Top of Task data
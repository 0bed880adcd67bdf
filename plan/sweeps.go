package plan

import (
	"math"

	"scalerisk/saturation"
	"scalerisk/water"
)

// Sweep is one sweep behind a chart: the points from From to To along its
// axis and how many of them could not be computed.
type Sweep struct {
	From, To float64
	Points   []saturation.Point
	// FromSearch reports that the points are those of the highest-cycles
	// search (under its carbonate rule) rather than a sweep of their own.
	FromSearch bool
	// Failed counts the points without a result; FirstErr is the error of
	// the first of them (nil when it had none).
	Failed   int
	FirstErr error
}

// Computed counts the points with a result.
func (s Sweep) Computed() int { return len(s.Points) - s.Failed }

// newSweep counts the failed points of pts.
func newSweep(from, to float64, pts []saturation.Point) Sweep {
	sw := Sweep{From: from, To: to, Points: pts}
	for _, p := range pts {
		if p.Err != nil || p.Result == nil {
			sw.Failed++
			if sw.FirstErr == nil {
				sw.FirstErr = p.Err
			}
		}
	}
	return sw
}

// Points of the sweeps.
const (
	TemperaturePoints = 15
	CyclePoints       = 15
	DosePoints        = 13
)

// HotEnd is the end of the temperature axis of a sample at bulk °C: the
// skin temperature, or 20 °C above the sample when it is within 5 °C of it.
func (s Settings) HotEnd(bulk float64) float64 {
	hot := s.Skin()
	if hot < bulk+5 {
		hot = bulk + 20
	}
	return hot
}

func temperatureStep(p *Sample, s Settings) error {
	bulk := p.Result.Temperature
	hot := s.HotEnd(bulk)
	pts, err := saturation.Sweep(p.Input, saturation.Axis{Var: saturation.VaryTemperature,
		Values: saturation.Range(bulk, hot, TemperaturePoints)}, nil, s.Speciation)
	if err != nil {
		return err
	}
	p.Temperature = newSweep(bulk, hot, pts)
	return nil
}

func cyclesSweepStep(p *Sample, s Settings) error {
	if c := p.CyclesAnswer; c != nil && len(c.Points) > 1 {
		// The points of the highest-cycles search, under its carbonate rule.
		hi := 1.0
		var pts []saturation.Point
		for _, cp := range c.Points {
			pts = append(pts, saturation.Point{X: cp.Cycles, Y: math.NaN(), Result: cp.Result, Err: cp.Err})
			hi = math.Max(hi, cp.Cycles)
		}
		p.Cycles = newSweep(1, hi, pts)
		p.Cycles.FromSearch = true
		return nil
	}
	pts, err := saturation.Sweep(p.Input, saturation.Axis{Var: saturation.VaryCycles,
		Values: saturation.Range(1, s.Cycles(), CyclePoints), Rule: s.CyclesRule}, nil, s.Speciation)
	if err != nil {
		return err
	}
	p.Cycles = newSweep(1, s.Cycles(), pts)
	return nil
}

func doseSweepStep(p *Sample, s Settings) error {
	reagent := s.ReagentOrDefault()
	top := s.MaxDose
	if top == 0 {
		top = AutoDose(p.Result, reagent, s.Strength)
	}
	pts, err := saturation.Sweep(p.Input, saturation.Axis{Var: saturation.VaryDose,
		Values: saturation.Range(0, top, DosePoints), Reagent: reagent, Strength: s.Strength}, nil, s.Speciation)
	if err != nil {
		return err
	}
	p.Dose = newSweep(0, top, pts)
	return nil
}

// autoDoseShare is the share of the alkalinity the automatic dose axis
// reaches: most of it, but short of the steep fall of pH near the end
// point.
const autoDoseShare = 0.8

// AutoDose is the end of the dose axis, mg/L of product: the dose that
// would change the alkalinity of r by 80 %, rounded up to a round number;
// 100 mg/L when the reagent does not change alkalinity or the water has
// none.
func AutoDose(r *saturation.Result, reagent water.Reagent, strength float64) float64 {
	alk := r.Analysis.AlkalinityAsCaCO3()
	factor := math.Abs(reagent.AlkalinityFactor(strength))
	if !finite(alk) || alk <= 0 || !(factor > 0) {
		return 100
	}
	return roundUp(autoDoseShare * alk / factor)
}

// roundUp rounds x > 0 up to a multiple of a twentieth of its power of
// ten (153 → 155, 1234 → 1250, 7.12 → 7.15).
func roundUp(x float64) float64 {
	if !(x > 0) || !finite(x) {
		return 1
	}
	step := math.Pow(10, math.Floor(math.Log10(x))) / 20
	v := math.Ceil(x/step*(1-1e-12)) * step
	return math.Round(v*1e6) / 1e6
}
Bottom of Task data
Where a line above holds the string "them", copy that line.

_Answer to this problem_.
// axis and how many of them could not be computed.
	// the first of them (nil when it had none).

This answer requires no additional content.